February
1998, Issue 91
Low-Cost
Voice Recognition
FUTURE
TINY ENHANCEMENTS
Naturally,
there are ways to improve the system. I was surprised
by the HC05’s speed. I also wound up with at least 200
bytes of leftover ROM for more code. Tiny Voice’s code
is modular, and updates can be easily added.
I
can increase the EEPROM capacity to 1 or even 2 KB.
This size would provide more template storage or allow
for more frame features to better resolve differences
in speech patterns.
I’d
also like to add some fuzzy logic to the pattern-matching
algorithm to improve recognition accuracy and the rejection
criteria.
Adding
a serial port instead of push buttons and LEDs could
reduce cost and add more functionality. Threshold values
could be changed, templates uploaded and downloaded,
and so on.
I
want an MCU-controlled gain adjustment on the input
for different microphone levels and background noise.
Another
improvement would be to add a dynamic time warp (DTW)
algorithm to the pattern-matching routine. The DTW takes
into account slight variations on how each word is pronounced—in
particular, variations in lengths of phonemes.
But
with only 200 bytes of code space left over, adding
a DTW would be challenging. A first-order approximation
may be achievable, however.
I’d
rather use C than assembly language.

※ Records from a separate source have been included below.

/**
 * Generic parameters for a whole molecule: a perceived {@link Topology} and
 * its coordinates in, a complete model file out, with every bond, angle,
 * torsion and out-of-plane term and the nonbonded block assigned from the
 * generic force field of Rappé et al. (J. Am. Chem. Soc. 114 (1992) 10024).
 * @module
 */
import type { ElementSymbol } from '../elements.js';
import { ModelError } from '../errors.js';
import type { AtomRecord, ModelFile, TermRecord } from '../model/schema.js';
import type { Topology } from '../perceive/types.js';
import {
  bondIndex,
  genericAtomTypes,
  isAmideNitrogen,
  isCarbonylCarbon,
  neighbourCount,
  typeGeometry,
} from './atom-types.js';
import { AMIDE_BOND_ORDER, GENERIC_ATOM_TYPES, INVERSION, type GenericAtomParameters } from './generic-atoms.js';
import {
  angleForceConstant,
  bondForceConstant,
  naturalBondLength,
  periodicDihedralFor,
  pyramidalInversionConstant,
  torsionRule,
  type TorsionCentre,
} from './formulas.js';

/** Options of {@link assignGenericParameters}. */
export interface GenericParameterOptions {
  /** The model's title (default `generic parameters`). */
  readonly title?: string;
  /** Atom names, one per atom (default none). */
  readonly names?: readonly string[];
}

/** What `metadata` of a generated model holds. */
export const GENERATOR = 'strainwise generic parameters';
/** The caution written into every generated model. */
export const GENERIC_CAUTION = 'generic parameters: for clean-up and rough geometry, not quantitative energies';

/**
 * Assign generic parameters to a molecule.
 *
 * Bonds: `harmonic-bond` with r0 the natural bond length and k = 664.12 Z_I Z_J / r0³
 * (bond order 1.5 for aromatic bonds, 1.41 for an amide C–N, else the
 * topology's). Angles: at a vertex with θ0 = 180° a `periodic-angle` n 1, at a
 * trigonal vertex with θ0 = 120° a `periodic-angle` n 3, else a
 * `cosine-series-angle` with the vertex's θ0; k from the paper's angle
 * force constant. Torsions: `periodic-dihedral` by the rules of
 * `torsionRule`, the barrier divided by the number of torsions about the
 * bond. Out-of-plane: one `inversion` per trigonal C, N centre with three
 * neighbours (k 6, or 50 for a carbon bonded to an O_2) and per P_3+3
 * centre (ω0 84.4339°, 22 kcal/mol to planarity). Nonbonded: Lennard-Jones
 * with rmin = x_I, ε = D_I, geometric combination, 1-2 and 1-3 pairs
 * excluded, 1-4 pairs unscaled, no cutoff; no Coulomb term (every charge 0).
 *
 * @param topology the perceived molecule (src/perceive/types.ts).
 * @param coordinates flat `[x0, y0, z0, x1, …]`, Å, length 3N.
 * @returns a model file in Å and kcal/mol that `parseModel` accepts.
 * @throws {ModelError} `coordinates: expected 3N = 9 numbers (3 atoms), got 6`
 *   for a wrong length or a non-finite number, and with place `atoms[i]` for
 *   an atom without parameters (see `genericAtomTypes`).
 */
export function assignGenericParameters(
  topology: Topology,
  coordinates: Float64Array,
  options: GenericParameterOptions = {},
): ModelFile {
  const n = topology.atomCount;
  if (coordinates.length !== 3 * n) {
    throw new ModelError('coordinates', `expected 3N = ${3 * n} numbers (${n} atom${n === 1 ? '' : 's'}), got ${coordinates.length}`);
  }
  for (let c = 0; c < coordinates.length; c++) {
    if (!Number.isFinite(coordinates[c])) {
      throw new ModelError(`coordinates[${Math.floor(c / 3)}]`, `expected finite numbers, got ${coordinates[c]}`);
    }
  }
  if (options.names !== undefined && options.names.length !== n) {
    throw new ModelError('names', `expected ${n} names (one per atom), got ${options.names.length}`);
  }
  const types = genericAtomTypes(topology);
  const params = types.map((t) => GENERIC_ATOM_TYPES[t]);
  const orders = effectiveBondOrders(topology);
  const bondCount = orders.length;
  const lengths = new Float64Array(bondCount);
  const terms: TermRecord[] = [];

  for (let b = 0; b < bondCount; b++) {
    const i = topology.bonds[2 * b];
    const j = topology.bonds[2 * b + 1];
    const r0 = naturalBondLength(params[i], params[j], orders[b]);
    lengths[b] = r0;
    terms.push({ kind: 'harmonic-bond', atoms: [i, j], k: round(bondForceConstant(params[i], params[j], r0)), r0: round(r0) });
  }

  const lengthOf = (i: number, j: number) => lengths[bondIndex(topology, i, j)];
  for (let a = 0; a < topology.angles.length / 3; a++) {
    const i = topology.angles[3 * a];
    const j = topology.angles[3 * a + 1];
    const k = topology.angles[3 * a + 2];
    terms.push(angleTerm(i, j, k, types[j], params, lengthOf(i, j), lengthOf(j, k)));
  }

  terms.push(...torsionTerms(topology, types, params, orders));
  terms.push(...inversionTerms(topology, types));

  const atoms: AtomRecord[] = topology.elements.map((element, a) => ({
    element: element as ElementSymbol,
    ...(options.names === undefined ? {} : { name: options.names[a] }),
    type: types[a],
    charge: 0,
  }));
  const xyz: [number, number, number][] = [];
  for (let a = 0; a < n; a++) xyz.push([coordinates[3 * a], coordinates[3 * a + 1], coordinates[3 * a + 2]]);
  const bonds: [number, number][] = [];
  for (let b = 0; b < bondCount; b++) bonds.push([topology.bonds[2 * b], topology.bonds[2 * b + 1]]);

  return {
    format: 'strainwise-model',
    version: 1,
    title: options.title ?? 'generic parameters',
    units: { length: 'angstrom', energy: 'kcal/mol' },
    atoms,
    coordinates: xyz,
    bonds,
    terms,
    nonbonded: {
      lennardJones: {
        rmin: params.map((p) => p.vdwDistance),
        epsilon: params.map((p) => p.vdwEnergy),
        combination: 'geometric',
      },
      exclusions: { bondSeparation: 2, scale14: { lennardJones: 1, coulomb: 1 } },
      cutoff: null,
    },
    metadata: {
      generator: GENERATOR,
      caution: GENERIC_CAUTION,
      source:
        'Rappé, Casewit, Colwell, Goddard, Skiff, J. Am. Chem. Soc. 114 (1992) 10024; atomic parameters from memory of its Table 1, to be checked against the paper',
      charges: 'none: every charge is 0 and there is no Coulomb term',
      bondOrders: Array.from(orders, (o) => o),
    },
  };
}

/** Bond orders as the formulas use them: 1.5 for aromatic bonds, 1.41 for an amide C–N, else the topology's. */
export function effectiveBondOrders(topology: Topology): Float64Array {
  const orders = Float64Array.from(topology.bondOrders);
  for (let b = 0; b < orders.length; b++) {
    const i = topology.bonds[2 * b];
    const j = topology.bonds[2 * b + 1];
    if (topology.aromaticBonds[b] === 1) orders[b] = 1.5;
    else if (orders[b] === 1 && isAmideBond(topology, i, j)) orders[b] = AMIDE_BOND_ORDER;
  }
  return orders;
}

function isAmideBond(topology: Topology, i: number, j: number): boolean {
  const [c, nn] = topology.elements[i] === 'C' ? [i, j] : [j, i];
  return topology.elements[nn] === 'N' && isCarbonylCarbon(topology, c) && isAmideNitrogen(topology, nn);
}

function angleTerm(
  i: number,
  j: number,
  k: number,
  vertexType: string,
  params: readonly GenericAtomParameters[],
  rIJ: number,
  rJK: number,
): TermRecord {
  const theta0 = params[j].theta0;
  const kf = round(angleForceConstant(params[i].effectiveCharge, params[k].effectiveCharge, rIJ, rJK, theta0));
  if (theta0 === 180) return { kind: 'periodic-angle', atoms: [i, j, k], k: kf, n: 1, theta0: 180 };
  if (theta0 === 120 && typeGeometry(vertexType) === 'trigonal') {
    return { kind: 'periodic-angle', atoms: [i, j, k], k: kf, n: 3, theta0: 120 };
  }
  return { kind: 'cosine-series-angle', atoms: [i, j, k], k: kf, theta0 };
}

function torsionTerms(
  topology: Topology,
  types: readonly string[],
  params: readonly GenericAtomParameters[],
  orders: Float64Array,
): TermRecord[] {
  const count = topology.torsions.length / 4;
  // torsions per central bond
  const perBond = new Int32Array(orders.length);
  const central = new Int32Array(count);
  for (let t = 0; t < count; t++) {
    const b = bondIndex(topology, topology.torsions[4 * t + 1], topology.torsions[4 * t + 2]);
    central[t] = b;
    perBond[b]++;
  }
  const centre = (a: number, other: number): TorsionCentre => ({
    element: topology.elements[a],
    geometry: typeGeometry(types[a]),
    parameters: params[a],
    trigonalNeighbour: hasTrigonalNeighbour(topology, types, a, other),
  });
  const terms: TermRecord[] = [];
  for (let t = 0; t < count; t++) {
    const [i, j, k, l] = [0, 1, 2, 3].map((m) => topology.torsions[4 * t + m]);
    const b = central[t];
    const rule = torsionRule(centre(j, k), centre(k, j), orders[b]);
    if (rule === null) continue;
    const { k: kf, n, phase } = periodicDihedralFor(rule.barrier / perBond[b], rule.n, rule.phi0);
    terms.push({ kind: 'periodic-dihedral', atoms: [i, j, k, l], k: round(kf), n, phase });
  }
  return terms;
}

function hasTrigonalNeighbour(topology: Topology, types: readonly string[], a: number, except: number): boolean {
  for (let p = topology.neighbourStart[a]; p < topology.neighbourStart[a + 1]; p++) {
    const b = topology.neighbours[p];
    if (b !== except && typeGeometry(types[b]) === 'trigonal') return true;
  }
  return false;
}

function inversionTerms(topology: Topology, types: readonly string[]): TermRecord[] {
  const terms: TermRecord[] = [];
  for (let c = 0; c < topology.impropers.length / 4; c++) {
    const [centre, a, b, d] = [0, 1, 2, 3].map((m) => topology.impropers[4 * c + m]);
    if (neighbourCount(topology, centre) !== 3) continue;
    const type = types[centre];
    const atoms: [number, number, number, number] = [centre, a, b, d];
    if (type === 'C_2' || type === 'C_R') {
      const carbonyl = [a, b, d].some((x) => types[x] === 'O_2');
      terms.push({ kind: 'inversion', atoms, k: carbonyl ? INVERSION.carbonylCarbon : INVERSION.planar, omega0: 0 });
    } else if (type === 'N_2' || type === 'N_R') {
      terms.push({ kind: 'inversion', atoms, k: INVERSION.planar, omega0: 0 });
    } else if (type === 'P_3+3') {
      const omega0 = INVERSION.phosphorusOmega0;
      terms.push({ kind: 'inversion', atoms, k: round(pyramidalInversionConstant(omega0, INVERSION.group15Barrier)), omega0 });
    }
  }
  return terms;
}

/** Parameters written to 8 significant digits: readable files, far below the accuracy of the parameters. */
function round(value: number): number {
  return Number(value.toPrecision(8));
}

When I started
this project, I knew squeezing this functionality into
1200 bytes would be tough. So, a high-level language
was out of the question.
Since
then, I’ve had the opportunity to try out a C compiler
from Byte Craft. The good news is, it generates small
enough code. The bad news: I wish I’d used it earlier.
And
as a final wish, I would like to use a different processor.
Of all these improvements, this one is probably the
best. You can now get equivalent MCUs with built-in
ADCs, which would provide more elaborate signal processing
and better noise rejection.
One
of the best candidates for a low-cost system is the
Sharp SM8500 8-bit MCU. It has almost everything you
need for an embedded voice-command system, including
a 10-bit ADC (8 channels) and an 8-bit DAC, which is
useful for voice feedback and verification.
The
SM8500 features SIO and UART ports to communicate with
other system devices, 2 KB of internal RAM, as well
as internal ROM and the ability to access external ROM
or RAM. It also offers 80+ I/O pins for keypad and display
interfacing, hardware multiply and divide, and a 250-ns
instruction cycle time. And, it costs under $3.
If
you’re willing to spend a bit more, then a new level
of performance may be realized. New 32-bit RISC MCUs
are becoming available in the sub $15 or even sub $10
range.
For
example, the Sharp ARM710M RISC processor, running at
a conservative 16 MHz, performs a complete FFT-Mel-Cepstrum
analysis using only 50% of the processor’s resources.
With
the ability of RISC processors to address large amounts
of memory, you have the ingredients to put together
a dictation system like the one I’m using now. And,
it can run off a couple pen-light batteries!